Longing for Djamila is a Soviet love film by Irina Poplawskaja from 1969. It is based on the novella Djamila by Tschingis Aitmatow , who also wrote the screenplay and can be heard in the film as the narrator.

action

An auditorium in the Kyrgyz steppe in 1941: The men were drafted into the war, the wives remained behind, who now keep hoping for news from the soldiers. Among them is the young Djamila, who was only married to husband Sadyk a few months before he was drafted. The marriage came as a surprise to her. After a traditional horse race, which she won against Sadyk and with which she shamed him according to tradition, he kidnapped her. When she returned, the narrator announced, she refused to surrender her girl's cap. A short time later she was married to Sadyk. She doesn't know if he ever loved her. When she married, she joined Sadyk's family, who run two farms.

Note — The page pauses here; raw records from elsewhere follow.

@st.composite
def scenario_dicts(draw):
    srcs = draw(st.lists(sources(), min_size=1, max_size=3))
    src_names = draw(st.lists(names, min_size=len(srcs), max_size=len(srcs), unique=True))
    for s, n in zip(srcs, src_names):
        s["name"] = n
    d = {"bathymetry": draw(st.fixed_dictionaries(
        {"path": st.sampled_from(["grid.nc", "sub/g.tif", "/abs/path/relief.asc"])},
        optional={"values": st.sampled_from(["auto", "elevation", "depth"]), "variable": names,
                  "crop_margin_km": fl(0, 5000), "resample_km": fl(0.01, 500), "smooth_km": fl(0.01, 1000),
                  "max_memory_gb": fl(0.01, 4096),
                  "crop": st.tuples(fl(-1e6, 0), fl(-1e6, 0), fl(1, 1e6), fl(1, 1e6)).map(list)})),
        "source": srcs}
    opt = {
        "scenario": st.fixed_dictionaries({}, optional={"name": names, "description": st.text(
            # free text: any visible characters and line breaks; controls, format characters (bidi
            # overrides) and separators are refused (Unicode general categories Cc, Cf, Zl, Zp ...)
            st.characters(blacklist_categories=("Cc", "Cf", "Zl", "Zp", "Cs", "Co", "Cn"),
                          whitelist_characters="\n\t"), max_size=40)}),
        "rays": st.fixed_dictionaries({}, optional={
            "count": st.integers(8, 10**8), "stop_depth_m": fl(0.01, 2000), "max_time_h": fl(0.01, 72),
            "step_s": fl(0.01, 3600), "seed": st.integers(0, 2**63 - 1)}),
        "focusing": st.fixed_dictionaries({}, optional={"reference_smooth_km": fl(0.01, 5000),
                                                         "period_s": fl(0.01, 36000)}),
        "coast": st.fixed_dictionaries({}, optional={
            "from": st.sampled_from(["grid", "coast.gpkg"]), "layer": names, "name_field": names,
            "isobath_m": fl(0.01, 2000), "segment_km": fl(0.01, 1000), "min_rays": st.integers(1, 10**6)}),
        "output": st.fixed_dictionaries({}, optional={"folder": st.sampled_from(["out", "../o"]),
                                                       "top_k": st.integers(1, 10000), "figures": st.booleans(),
                                                       "report": st.booleans()}),
        "ensemble": st.fixed_dictionaries({}, optional={
            "members": st.integers(0, 10**6), "seed": st.integers(0, 2**63 - 1), "bathy_rms": fl(0, 0.5),
            "bathy_corr_km": fl(0.01, 5000), "strike_deg": fl(0, 90), "dip_deg": fl(0, 45),
            "along_km": fl(0, 1000), "across_km": fl(0, 500), "magnitude": fl(0, 1),
            "launch_jitter_deg": fl(0, 10),
            "scheduler": st.sampled_from(["local", "tcp://127.0.0.1:8786", "node7:8786"])}),
    }
    for sec, strat in opt.items():
        if draw(st.booleans()):
            d[sec] = draw(strat)
    pts = draw(st.lists(st.tuples(names, fl(-180, 360), fl(-90, 90)), max_size=3, unique_by=lambda t: t[0]))
    if pts:
        d["point"] = [{"name": n, "lon": lo, "lat": la} for n, lo, la in pts]
    return d


def _same_number(a, b):
    return a == b or (isinstance(a, float) and isinstance(b, float) and math.isclose(a, b))


@settings(max_examples=60, deadline=None, suppress_health_check=[HealthCheck.too_slow])
@given(scenario_dicts())
def test_property_round_trip(d):
    with tempfile.TemporaryDirectory() as tmp:
        sc = parse_from = scenario_from_dict(d, tmp)
        out = sc.to_dict()
        # every given scalar value survives (numbers as numbers, paths resolved)
        for sec in ("rays", "focusing", "ensemble", "output", "coast"):
            for k, v in d.get(sec, {}).items():
                if k in ("folder", "from") and v != "grid":
                    assert pathlib.Path(out[sec][k]) == (pathlib.Path(tmp) / v).resolve()
                else:
                    assert _same_number(out[sec][k], v), (sec, k)
        again = scenario_from_dict(json.loads(json.dumps(out)), "/unrelated")
        assert again == parse_from
        assert again.to_dict() == out
        # and through the TOML text
        p = pathlib.Path(tmp) / "eff.toml"
        p.write_text(sc.to_toml(), encoding="utf-8")
        assert parse_scenario(p) == sc
        assert all(isinstance(g, FaultSegmentConfig) for s in sc.sources for g in s.segments)
        assert isinstance(sc, Scenario)


def test_to_source_builds_source_objects(tmp_path):
    """The parsed sources feed the source module unchanged (Hanks & Kanamori 1979 round trip)."""
    source = pytest.importorskip("tsunamifocus.source.faults")
    sc = parse_scenario(_write(tmp_path, GOOD))
    rup = source.source_from_config(sc.sources[1])
    assert isinstance(rup, source.Rupture) and len(rup.segments) == 2
    # the total moment of the rupture matches the requested Mw 8.8
    m0 = sum(s.moment_nm(d) for s, d in zip(rup.segments, rup.slips_m))
    assert abs(float(source.magnitude_from_moment(m0)) - 8.8) < 1e-6
    pt = source.source_from_config(sc.sources[2])
    assert isinstance(pt, source.PointSource) and (pt.x, pt.y, pt.radius_km) == (138.0, 32.0, 40.0)


def test_docs_example_parses(tmp_path):
    """The example in docs/scenario.md is a valid scenario (docs stay true)."""
    doc = (REPO / "docs" / "scenario.md").read_text(encoding="utf-8")
    block = re.search(r"```toml\n(.*?)```", doc, flags=re.S).group(1)
    sc = parse_scenario(_write(tmp_path, block))
    assert sc.sources[0].magnitude == 8.8 and len(sc.sources[0].segments) == 2
    assert sc.ensemble.members == 16


def test_bundled_sample_scenarios_parse():
    """Every bundled sample scenario is valid against the schema, and its data paths exist."""
    files = sorted((REPO / "sample_scenarios").glob("*.toml"))
    if not files:
        pytest.skip("no sample scenario bundled yet")
    for f in files:
        sc = parse_scenario(f)
        assert sc.bathymetry.path.is_file(), sc.bathymetry.path
        assert sc.bathymetry.path.is_relative_to(f.parent.resolve())


# ---------------------------------------------------------------------------------------------
# One table of defaults; generated documentation
# ---------------------------------------------------------------------------------------------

After the men leave, Seit, Sadyk's little brother, is the only male resident of the farm.

Djamila is courted by the men of the Auls, but remains loyal to her husband, even if Djamila only dedicates a short ending in his letters. Djamila works harder than she needs to. For the weak Danijar, who returned wounded from the front and now has a crooked leg, she has only mockery left. She plays tricks on him and when Seit notices that Danijar adores Djamila, he too makes his life difficult. They both load a sack of grain that is too heavy for him onto the wagon. To empty the sacks, they have to be carried up a high ramp and the grains poured onto the mountain of grain from above. Although Danijar almost collapses under the weight of the sack and Djamila implores him to drop the sack, since it was all just a joke, Danijar dragged him to the end of the long ramp. Djamila is slowly changing her mind about Danijar. Both secretly get closer. But when, after a long time, a man from the Auls comes from the front and also brings news from Sadyk, Djamila decides for Danijar. Both flee from the Aul. The next day Sadyk is back from the front and rides off with other men from the Auls to catch up with his unfaithful wife. He would kill Djamila and Danijar, but the men can no longer catch up with them.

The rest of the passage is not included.